For the entries that follow, restate word for word the line containing "check_rows(rows, shape, sink);", the line containing "a table with", and every line that lies between them.

Saved entries:
###

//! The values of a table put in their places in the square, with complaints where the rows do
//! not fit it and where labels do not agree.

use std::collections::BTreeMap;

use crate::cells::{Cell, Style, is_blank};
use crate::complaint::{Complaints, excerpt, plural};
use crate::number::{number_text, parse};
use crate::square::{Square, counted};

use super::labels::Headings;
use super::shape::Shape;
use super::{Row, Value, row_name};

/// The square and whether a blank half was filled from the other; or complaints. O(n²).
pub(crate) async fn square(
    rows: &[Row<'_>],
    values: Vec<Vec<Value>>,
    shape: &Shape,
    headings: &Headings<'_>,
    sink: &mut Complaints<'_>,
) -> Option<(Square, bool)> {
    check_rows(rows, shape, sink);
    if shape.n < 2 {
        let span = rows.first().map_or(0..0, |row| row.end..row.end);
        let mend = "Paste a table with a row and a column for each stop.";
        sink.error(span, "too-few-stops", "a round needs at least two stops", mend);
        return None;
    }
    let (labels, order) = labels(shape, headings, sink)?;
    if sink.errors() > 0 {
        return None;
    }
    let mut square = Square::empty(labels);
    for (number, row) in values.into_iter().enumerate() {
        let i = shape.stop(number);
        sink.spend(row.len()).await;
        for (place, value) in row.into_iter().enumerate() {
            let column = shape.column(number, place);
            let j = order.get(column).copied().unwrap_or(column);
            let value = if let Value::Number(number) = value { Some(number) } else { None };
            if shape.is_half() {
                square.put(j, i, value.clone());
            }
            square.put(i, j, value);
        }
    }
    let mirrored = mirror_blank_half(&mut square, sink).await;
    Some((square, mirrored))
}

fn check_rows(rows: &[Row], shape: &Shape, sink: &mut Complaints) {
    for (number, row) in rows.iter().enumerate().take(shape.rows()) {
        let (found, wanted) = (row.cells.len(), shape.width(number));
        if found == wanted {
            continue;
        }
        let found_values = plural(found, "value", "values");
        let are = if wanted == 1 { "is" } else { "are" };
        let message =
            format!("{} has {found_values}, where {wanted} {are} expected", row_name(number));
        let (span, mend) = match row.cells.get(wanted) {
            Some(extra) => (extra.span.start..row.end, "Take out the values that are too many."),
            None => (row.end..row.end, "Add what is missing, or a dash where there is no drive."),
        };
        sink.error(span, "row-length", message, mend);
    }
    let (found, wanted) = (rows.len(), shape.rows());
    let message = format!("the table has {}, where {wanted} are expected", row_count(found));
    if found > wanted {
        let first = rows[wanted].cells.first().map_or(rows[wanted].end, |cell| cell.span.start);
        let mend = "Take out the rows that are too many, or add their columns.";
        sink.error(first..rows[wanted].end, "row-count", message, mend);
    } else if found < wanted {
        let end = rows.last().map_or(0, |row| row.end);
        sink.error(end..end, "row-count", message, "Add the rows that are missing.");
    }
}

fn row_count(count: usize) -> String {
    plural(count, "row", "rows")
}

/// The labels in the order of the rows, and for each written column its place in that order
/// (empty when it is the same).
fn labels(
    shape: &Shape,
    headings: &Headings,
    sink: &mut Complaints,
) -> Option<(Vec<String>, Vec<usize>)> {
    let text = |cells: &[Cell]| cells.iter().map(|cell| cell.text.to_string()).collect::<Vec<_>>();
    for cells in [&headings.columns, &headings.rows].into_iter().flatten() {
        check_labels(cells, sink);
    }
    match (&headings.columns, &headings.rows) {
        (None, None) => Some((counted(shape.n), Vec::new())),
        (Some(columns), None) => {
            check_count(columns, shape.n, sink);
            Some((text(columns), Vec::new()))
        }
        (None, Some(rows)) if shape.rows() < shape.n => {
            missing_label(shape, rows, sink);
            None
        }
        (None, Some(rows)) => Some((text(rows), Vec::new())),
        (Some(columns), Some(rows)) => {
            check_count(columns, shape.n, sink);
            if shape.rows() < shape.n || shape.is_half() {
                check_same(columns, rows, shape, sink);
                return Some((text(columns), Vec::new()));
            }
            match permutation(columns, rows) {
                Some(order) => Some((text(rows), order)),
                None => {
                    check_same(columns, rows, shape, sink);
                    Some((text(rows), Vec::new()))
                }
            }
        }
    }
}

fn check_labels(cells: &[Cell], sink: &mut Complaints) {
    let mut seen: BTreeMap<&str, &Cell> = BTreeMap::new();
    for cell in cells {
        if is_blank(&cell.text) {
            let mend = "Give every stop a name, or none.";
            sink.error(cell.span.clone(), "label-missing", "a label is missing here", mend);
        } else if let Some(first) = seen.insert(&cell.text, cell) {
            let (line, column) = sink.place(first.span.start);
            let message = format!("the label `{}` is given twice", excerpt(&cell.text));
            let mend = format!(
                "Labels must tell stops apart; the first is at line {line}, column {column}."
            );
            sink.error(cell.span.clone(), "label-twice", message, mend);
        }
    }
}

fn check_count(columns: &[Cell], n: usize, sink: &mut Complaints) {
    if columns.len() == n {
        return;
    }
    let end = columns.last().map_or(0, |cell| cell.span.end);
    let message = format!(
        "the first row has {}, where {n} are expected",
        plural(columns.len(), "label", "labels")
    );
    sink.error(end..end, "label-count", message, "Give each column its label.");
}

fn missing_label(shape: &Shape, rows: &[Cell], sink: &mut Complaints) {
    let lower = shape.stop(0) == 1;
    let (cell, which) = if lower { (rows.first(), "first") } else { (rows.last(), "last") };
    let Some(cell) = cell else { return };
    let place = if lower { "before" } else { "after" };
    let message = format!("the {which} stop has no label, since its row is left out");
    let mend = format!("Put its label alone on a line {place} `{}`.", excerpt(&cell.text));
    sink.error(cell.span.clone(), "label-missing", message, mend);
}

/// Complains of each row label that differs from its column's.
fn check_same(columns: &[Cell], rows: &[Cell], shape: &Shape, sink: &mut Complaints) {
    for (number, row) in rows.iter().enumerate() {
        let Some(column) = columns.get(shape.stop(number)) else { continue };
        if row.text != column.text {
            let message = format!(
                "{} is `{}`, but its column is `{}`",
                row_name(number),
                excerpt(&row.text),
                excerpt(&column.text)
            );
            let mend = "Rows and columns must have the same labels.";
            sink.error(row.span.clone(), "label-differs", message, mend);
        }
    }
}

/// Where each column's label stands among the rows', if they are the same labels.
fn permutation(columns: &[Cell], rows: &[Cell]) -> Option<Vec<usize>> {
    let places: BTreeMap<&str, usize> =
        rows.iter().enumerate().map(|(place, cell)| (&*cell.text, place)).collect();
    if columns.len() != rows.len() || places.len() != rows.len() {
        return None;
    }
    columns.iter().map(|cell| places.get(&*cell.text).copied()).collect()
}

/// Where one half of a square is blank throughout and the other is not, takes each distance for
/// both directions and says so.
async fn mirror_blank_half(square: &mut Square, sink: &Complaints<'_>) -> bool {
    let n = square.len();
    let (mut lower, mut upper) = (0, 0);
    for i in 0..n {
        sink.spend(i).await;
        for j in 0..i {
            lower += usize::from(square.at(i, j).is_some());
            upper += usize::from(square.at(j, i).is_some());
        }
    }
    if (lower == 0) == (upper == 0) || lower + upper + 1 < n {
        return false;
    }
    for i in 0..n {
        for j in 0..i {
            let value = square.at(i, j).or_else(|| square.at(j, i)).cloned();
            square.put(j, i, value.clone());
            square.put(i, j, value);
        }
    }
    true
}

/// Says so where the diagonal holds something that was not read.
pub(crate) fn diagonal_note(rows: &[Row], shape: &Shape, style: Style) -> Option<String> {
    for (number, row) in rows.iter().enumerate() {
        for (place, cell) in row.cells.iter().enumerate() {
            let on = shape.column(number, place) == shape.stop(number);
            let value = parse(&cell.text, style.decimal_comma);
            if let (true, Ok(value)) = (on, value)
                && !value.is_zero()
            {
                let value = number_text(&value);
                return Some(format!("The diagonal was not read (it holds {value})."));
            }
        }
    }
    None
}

###

SOLUTION TO THIS EXERCISE:
    check_rows(rows, shape, sink);
    if shape.n < 2 {
        let span = rows.first().map_or(0..0, |row| row.end..row.end);
        let mend = "Paste a table with a row and a column for each stop.";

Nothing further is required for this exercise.